Mais de 100 líderes religiosos são presos em protesto anti-ICE, nos EUA, no aeroporto de Minneapolis

 


Mais de 100 líderes religiosos foram presos nesta sexta-feira, 23, durante um protesto contra o Serviço de Imigração e Alfândega dos Estados Unidos (ICE, na sigla em inglês) no Aeroporto Internacional de Minneapolis-St. Paul. Segundo a emissora americana CBS News, o grupo apelava a companhias aéreas para que “se unissem aos cidadãos de Minnesota e exigissem que o ICE encerrasse imediatamente sua atuação em massa no estado”. Estima-se que 2.000 pessoas foram deportadas através do aeroporto, informou a CBS. 
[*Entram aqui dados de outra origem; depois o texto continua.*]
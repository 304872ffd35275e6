"""`logbook forecast` on a terminal: the plan's months as tables that fit it, not pages of Markdown."""

from __future__ import annotations

import json
import re

from logbook.cli import main

TODAY = "2026-12-01"


def test_the_text_plan_lists_every_planned_pump_within_80_columns(tmp_path, capsys, monkeypatch):
    monkeypatch.setenv("COLUMNS", "80")  # a terminal 80 wide
    db = tmp_path / "d.db"
    assert main(["demo", "--no-ui", "--db", str(db), "--today", TODAY]) == 0
    capsys.readouterr()
    assert main(["--db", str(db), "--today", TODAY, "forecast", "--format", "json"]) == 0
    planned = [line["serial"] for line in json.loads(capsys.readouterr().out)["plan"]["lines"]]
    assert planned
    assert main(["--db", str(db), "--today", TODAY, "forecast", "--format", "text"]) == 0
    out = capsys.readouterr().out
    assert out.startswith("Overhaul plan 2026-12 to ") and f"planned ({len(planned)})" in out
    assert "assumed: shop capacity no limit; exchange pumps no limit set" in " ".join(out.split())
    rows = [m.group(1) for m in re.finditer(r"^\d{4}-\d{2}  ([A-Z]-\d+) ", out, re.M)]
    assert rows == planned  # the plan's own order, every line
    assert max(len(line) for line in out.splitlines()) <= 80
    # text is for the terminal: a file gets one of the file formats, nothing is written
    assert main(["--db", str(db), "forecast", "--format", "text", "--out", str(tmp_path / "p.txt")]) == 2
    assert "--format" in capsys.readouterr().err and not (tmp_path / "p.txt").exists()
Os líderes religiosos foram presos, durante um protesto contra a atuação do Serviço de Imigração e Alfândega dos Estados Unidos (ICE) no Aeroporto Internacional de Minneapolis–Saint Paul, no estado de Minnesota.
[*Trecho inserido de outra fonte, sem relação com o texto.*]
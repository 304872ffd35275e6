"""Migrations: a list of statements run one by one; a database left at any earlier
version migrates forward with its rows, to the same schema a new file gets."""

from __future__ import annotations

import sqlite3
from datetime import date

import pytest

import logbook.store.core as core
from logbook.store import Store
from logbook.store.schema import MIGRATIONS, SCHEMA_VERSION

# Rows every schema version can hold (all these tables and columns exist from version 1).
ROWS = (
    "INSERT INTO models (code, displacement_cc, rated_pressure_bar, max_speed_rpm, ref_temp_c, ref_pressure_bar, "
    "oil_grade, oil_vi, test_speed_rpm, test_temp_min_c, test_temp_max_c) VALUES ('QX-1', 90, 400, 2200, 50, 400, 46, 100, 2000, 40, 60)",
    "INSERT INTO machines (unit, site) VALUES ('U-7', 'East Pit')",
    "INSERT INTO pumps (serial, model) VALUES ('P-1', 'QX-1')",
    "INSERT INTO fitments (serial, machine, position, fitted_on, machine_hours_at_fit, pump_hours_at_fit) "
    "VALUES ('P-1', 'U-7', 'main', '2025-01-10', 1000, 0)",
    "INSERT INTO readings (serial, taken_on, machine, machine_hours, case_drain_lpm, servo_pressure_bar, entered_by, entered_at) "
    "VALUES ('P-1', '2025-03-01', 'U-7', 1200, 3.5, 26.0, 'old', '2025-03-01T10:00:00+00:00')",
    "INSERT INTO events (kind, happened_on, serial, machine, hours, entered_by, entered_at) "
    "VALUES ('oil_change', '2025-04-01', 'P-1', 'U-7', 1300, 'old', '2025-04-01T10:00:00+00:00')",
)


def _database_at(path, version: int) -> None:
    """A file left at ``version`` by an earlier program: its migrations as one script each."""
    conn = sqlite3.connect(path)
    for migration in MIGRATIONS[:version]:
        conn.executescript(";\n".join(migration) + ";")
    conn.execute(f"PRAGMA user_version = {version}")
    if version:
        for row in ROWS:
            conn.execute(row)
    conn.commit()
    conn.close()


def _schema(conn: sqlite3.Connection) -> dict[str, object]:
    """Tables with their columns (name, type, not null, default, key) and indexes with their SQL, spaces folded."""
    found: dict[str, object] = {}
    for kind, name, sql in conn.execute("SELECT type, name, sql FROM sqlite_master WHERE name NOT LIKE 'sqlite_%'"):
        if kind == "table":
            found[name] = [tuple(r[1:]) for r in conn.execute(f"PRAGMA table_info({name})")]
        else:
            found[name] = " ".join((sql or "").split())
    return found


def test_migrations_are_lists_of_single_statements():
    assert SCHEMA_VERSION == len(MIGRATIONS) >= 3
    for number, migration in enumerate(MIGRATIONS, 1):
        assert isinstance(migration, (list, tuple)) and migration, number
        for statement in migration:
            # sqlite3.complete_statement (Python docs): True once the text ends one whole statement
            assert isinstance(statement, str) and not sqlite3.complete_statement(statement), (number, statement)
            assert sqlite3.complete_statement(statement + ";"), (number, statement)


@pytest.mark.parametrize("version", range(SCHEMA_VERSION))
def test_a_database_at_every_earlier_version_migrates_with_its_rows(tmp_path, version):
    fresh = tmp_path / "fresh.db"
    with Store(fresh) as s:
        expected = _schema(s.conn)
    old = tmp_path / f"v{version}.db"
    _database_at(old, version)
    with Store(old) as s:
        assert s.schema_version() == SCHEMA_VERSION
        assert _schema(s.conn) == expected
        if version:
            assert list(s.models()) == ["QX-1"]
            (reading,) = s.readings("P-1")
            assert (reading.taken_on, reading.machine_hours, reading.case_drain_lpm, reading.servo_pressure_bar) == (
                date(2025, 3, 1), 1200, 3.5, 26.0)
            assert len(s.fleet().events) == 1
    # Opening again finds nothing to do.
    with Store(old) as s:
        assert s.schema_version() == SCHEMA_VERSION and s.commits == []


def test_a_semicolon_inside_a_statement_is_run_as_written(tmp_path, monkeypatch):
    """Splitting migration text on ";" would cut this statement in two (and fail)."""
    extra = ("INSERT INTO settings (key, value) VALUES ('note', 'one; two')",)
    monkeypatch.setattr(core, "MIGRATIONS", [*MIGRATIONS, extra])
    monkeypatch.setattr(core, "SCHEMA_VERSION", SCHEMA_VERSION + 1)
    with Store(tmp_path / "semi.db") as s:
        assert s.schema_version() == SCHEMA_VERSION + 1
        assert s.conn.execute("SELECT value FROM settings WHERE key = 'note'").fetchone()[0] == "one; two"


def test_a_failing_migration_leaves_the_file_at_its_version(tmp_path, monkeypatch):
    path = tmp_path / "v1.db"
    _database_at(path, 1)
    broken = ("ALTER TABLE readings ADD COLUMN extra_one REAL", "ALTER TABLE no_such_table ADD COLUMN x REAL")
    monkeypatch.setattr(core, "MIGRATIONS", [*MIGRATIONS, broken])
    monkeypatch.setattr(core, "SCHEMA_VERSION", SCHEMA_VERSION + 1)
    with pytest.raises(Exception):
        Store(path)
    conn = sqlite3.connect(path)
    try:
        assert conn.execute("PRAGMA user_version").fetchone()[0] == 1
        assert "extra_one" not in {r[1] for r in conn.execute("PRAGMA table_info(readings)")}
        assert "costs" not in {r[0] for r in conn.execute("SELECT name FROM sqlite_master")}
    finally:
        conn.close()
A manifestação fez parte de um dia de mobilizações batizado de “ICE OUT!” (“FORA ICE!”), marcado por paralisações, marchas e atos públicos contra a intensificação das operações anti-imigração determinadas pelo governo de Donald Trump.

Segundo os organizadores, os religiosos rezaram, cantaram hinos e compartilharam relatos de pessoas detidas pelo ICE enquanto trabalhavam ou se deslocavam para o aeroporto.

O grupo pedia que companhias aéreas, em especial a Delta e a Signature Aviation, pressionassem o governo federal a encerrar o aumento das operações migratórias no estado. A polícia local prendeu dezenas de manifestantes após eles se recusarem a desocupar uma via de acesso ao aeroporto.

A ação ocorreu em meio a semanas de tensão em Minneapolis, com confrontos entre agentes federais e manifestantes contrários à política de imigração do governo Trump. A mobilização também cobrou responsabilização legal pelo caso de Renee Good, cidadã americana morta a tiros por um agente do ICE.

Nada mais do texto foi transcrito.